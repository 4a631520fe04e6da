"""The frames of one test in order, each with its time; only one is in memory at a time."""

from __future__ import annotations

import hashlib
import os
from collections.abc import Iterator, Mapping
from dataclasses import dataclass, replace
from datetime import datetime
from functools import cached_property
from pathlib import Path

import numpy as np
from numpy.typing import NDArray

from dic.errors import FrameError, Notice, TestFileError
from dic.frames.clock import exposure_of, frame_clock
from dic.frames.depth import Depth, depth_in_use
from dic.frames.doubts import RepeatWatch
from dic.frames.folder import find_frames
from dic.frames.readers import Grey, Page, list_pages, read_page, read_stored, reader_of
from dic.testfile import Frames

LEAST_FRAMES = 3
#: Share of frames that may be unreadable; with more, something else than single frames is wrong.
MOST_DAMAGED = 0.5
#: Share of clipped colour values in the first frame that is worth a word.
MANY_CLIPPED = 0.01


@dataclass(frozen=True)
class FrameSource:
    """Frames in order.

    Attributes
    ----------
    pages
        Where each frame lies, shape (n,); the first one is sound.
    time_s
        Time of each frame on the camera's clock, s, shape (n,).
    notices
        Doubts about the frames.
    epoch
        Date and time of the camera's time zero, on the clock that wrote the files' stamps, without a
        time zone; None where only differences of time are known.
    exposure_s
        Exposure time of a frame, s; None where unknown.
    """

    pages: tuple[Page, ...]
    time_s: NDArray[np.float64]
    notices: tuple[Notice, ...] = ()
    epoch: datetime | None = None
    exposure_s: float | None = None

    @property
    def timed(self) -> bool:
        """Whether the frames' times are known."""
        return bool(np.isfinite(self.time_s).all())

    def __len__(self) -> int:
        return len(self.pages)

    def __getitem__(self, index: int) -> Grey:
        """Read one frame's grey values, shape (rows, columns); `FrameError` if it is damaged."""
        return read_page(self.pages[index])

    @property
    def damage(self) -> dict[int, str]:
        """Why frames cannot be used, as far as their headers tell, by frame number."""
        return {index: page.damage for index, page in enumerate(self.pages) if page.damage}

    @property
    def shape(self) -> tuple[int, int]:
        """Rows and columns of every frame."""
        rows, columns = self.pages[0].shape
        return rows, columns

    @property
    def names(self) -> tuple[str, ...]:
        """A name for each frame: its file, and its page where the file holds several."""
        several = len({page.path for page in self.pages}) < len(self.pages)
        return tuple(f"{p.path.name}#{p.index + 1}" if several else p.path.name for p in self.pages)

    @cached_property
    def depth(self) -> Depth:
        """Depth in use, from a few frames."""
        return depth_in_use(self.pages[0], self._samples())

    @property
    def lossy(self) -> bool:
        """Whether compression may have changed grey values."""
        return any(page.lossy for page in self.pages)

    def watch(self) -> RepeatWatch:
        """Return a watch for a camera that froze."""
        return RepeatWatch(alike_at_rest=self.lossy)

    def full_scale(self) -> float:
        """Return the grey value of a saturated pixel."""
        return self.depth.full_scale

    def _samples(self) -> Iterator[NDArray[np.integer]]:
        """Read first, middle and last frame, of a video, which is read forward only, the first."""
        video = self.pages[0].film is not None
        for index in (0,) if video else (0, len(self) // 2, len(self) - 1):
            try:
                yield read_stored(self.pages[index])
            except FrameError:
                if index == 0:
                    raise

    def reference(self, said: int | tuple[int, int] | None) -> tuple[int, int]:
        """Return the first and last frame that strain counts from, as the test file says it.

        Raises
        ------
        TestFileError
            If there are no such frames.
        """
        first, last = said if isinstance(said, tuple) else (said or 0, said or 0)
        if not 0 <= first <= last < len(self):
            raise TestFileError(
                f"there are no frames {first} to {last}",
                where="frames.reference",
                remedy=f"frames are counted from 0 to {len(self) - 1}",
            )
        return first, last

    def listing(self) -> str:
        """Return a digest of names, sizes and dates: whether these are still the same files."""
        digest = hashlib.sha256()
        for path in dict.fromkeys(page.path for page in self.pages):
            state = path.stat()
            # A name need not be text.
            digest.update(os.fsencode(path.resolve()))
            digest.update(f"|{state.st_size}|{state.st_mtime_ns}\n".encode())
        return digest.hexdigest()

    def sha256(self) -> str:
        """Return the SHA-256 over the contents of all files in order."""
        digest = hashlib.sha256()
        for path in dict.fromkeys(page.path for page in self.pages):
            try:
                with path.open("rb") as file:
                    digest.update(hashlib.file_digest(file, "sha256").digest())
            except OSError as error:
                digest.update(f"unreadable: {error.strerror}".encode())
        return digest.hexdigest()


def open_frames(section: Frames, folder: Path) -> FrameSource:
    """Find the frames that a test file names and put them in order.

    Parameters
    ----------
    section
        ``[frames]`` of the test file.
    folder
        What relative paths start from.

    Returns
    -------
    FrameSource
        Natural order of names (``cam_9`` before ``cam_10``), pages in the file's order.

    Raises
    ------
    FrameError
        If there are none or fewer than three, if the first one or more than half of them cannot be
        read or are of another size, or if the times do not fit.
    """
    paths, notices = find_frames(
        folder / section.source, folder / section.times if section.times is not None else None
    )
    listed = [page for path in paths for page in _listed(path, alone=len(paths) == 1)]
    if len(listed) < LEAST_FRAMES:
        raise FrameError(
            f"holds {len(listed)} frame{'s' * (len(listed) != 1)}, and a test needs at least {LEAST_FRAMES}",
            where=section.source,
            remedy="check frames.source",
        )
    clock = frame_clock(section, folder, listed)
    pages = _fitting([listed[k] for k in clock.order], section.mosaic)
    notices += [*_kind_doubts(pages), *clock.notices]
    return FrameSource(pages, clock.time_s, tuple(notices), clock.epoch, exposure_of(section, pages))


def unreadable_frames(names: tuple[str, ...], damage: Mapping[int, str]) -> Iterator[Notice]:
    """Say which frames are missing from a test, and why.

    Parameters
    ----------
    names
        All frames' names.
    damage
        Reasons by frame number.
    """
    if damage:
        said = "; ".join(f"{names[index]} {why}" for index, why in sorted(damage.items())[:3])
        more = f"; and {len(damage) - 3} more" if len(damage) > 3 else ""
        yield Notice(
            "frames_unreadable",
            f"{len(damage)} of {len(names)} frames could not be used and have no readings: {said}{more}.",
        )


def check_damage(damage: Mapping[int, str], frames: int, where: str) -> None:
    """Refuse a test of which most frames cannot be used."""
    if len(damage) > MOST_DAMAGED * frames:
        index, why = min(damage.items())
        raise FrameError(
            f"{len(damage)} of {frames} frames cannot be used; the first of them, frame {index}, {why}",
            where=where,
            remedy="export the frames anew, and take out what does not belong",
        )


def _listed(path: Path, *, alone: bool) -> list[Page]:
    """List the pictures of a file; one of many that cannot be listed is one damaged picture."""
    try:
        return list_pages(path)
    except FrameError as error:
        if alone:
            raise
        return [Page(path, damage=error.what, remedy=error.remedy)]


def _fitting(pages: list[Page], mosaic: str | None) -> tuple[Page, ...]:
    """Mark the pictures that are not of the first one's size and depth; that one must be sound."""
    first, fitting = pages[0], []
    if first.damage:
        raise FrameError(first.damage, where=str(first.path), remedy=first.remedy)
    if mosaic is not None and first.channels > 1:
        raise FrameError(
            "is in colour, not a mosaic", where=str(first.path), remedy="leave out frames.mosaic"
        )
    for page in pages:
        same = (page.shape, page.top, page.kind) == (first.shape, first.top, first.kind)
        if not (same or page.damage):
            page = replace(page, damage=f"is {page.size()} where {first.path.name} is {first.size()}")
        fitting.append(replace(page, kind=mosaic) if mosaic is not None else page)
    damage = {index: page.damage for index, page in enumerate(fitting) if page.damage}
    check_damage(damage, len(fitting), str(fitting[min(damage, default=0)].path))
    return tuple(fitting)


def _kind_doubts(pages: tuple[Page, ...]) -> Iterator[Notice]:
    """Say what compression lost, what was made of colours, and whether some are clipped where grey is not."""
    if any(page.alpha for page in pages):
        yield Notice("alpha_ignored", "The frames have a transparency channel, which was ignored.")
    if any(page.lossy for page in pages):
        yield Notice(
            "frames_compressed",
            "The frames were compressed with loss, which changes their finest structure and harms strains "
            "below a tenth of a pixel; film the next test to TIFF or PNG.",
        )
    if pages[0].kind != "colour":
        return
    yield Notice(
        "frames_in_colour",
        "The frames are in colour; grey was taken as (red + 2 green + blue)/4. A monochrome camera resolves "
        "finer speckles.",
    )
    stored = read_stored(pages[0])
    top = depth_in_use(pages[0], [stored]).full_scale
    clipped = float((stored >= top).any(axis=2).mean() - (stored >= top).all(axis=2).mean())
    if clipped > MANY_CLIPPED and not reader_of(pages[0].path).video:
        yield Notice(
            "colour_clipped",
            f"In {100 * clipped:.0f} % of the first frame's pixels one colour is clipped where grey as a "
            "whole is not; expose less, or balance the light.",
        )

◆ ◆ ◆ ◆

Reproduce the entries exactly, starting at their first line and stopping after the line with "from dic.frames.clock import".

repository 4a631520fe04e6da
"""The frames of one test in order, each with its time; only one is in memory at a time."""

from __future__ import annotations

import hashlib
import os
from collections.abc import Iterator, Mapping
from dataclasses import dataclass, replace
from datetime import datetime
from functools import cached_property
from pathlib import Path

import numpy as np
from numpy.typing import NDArray

from dic.errors import FrameError, Notice, TestFileError
from dic.frames.clock import exposure_of, frame_clock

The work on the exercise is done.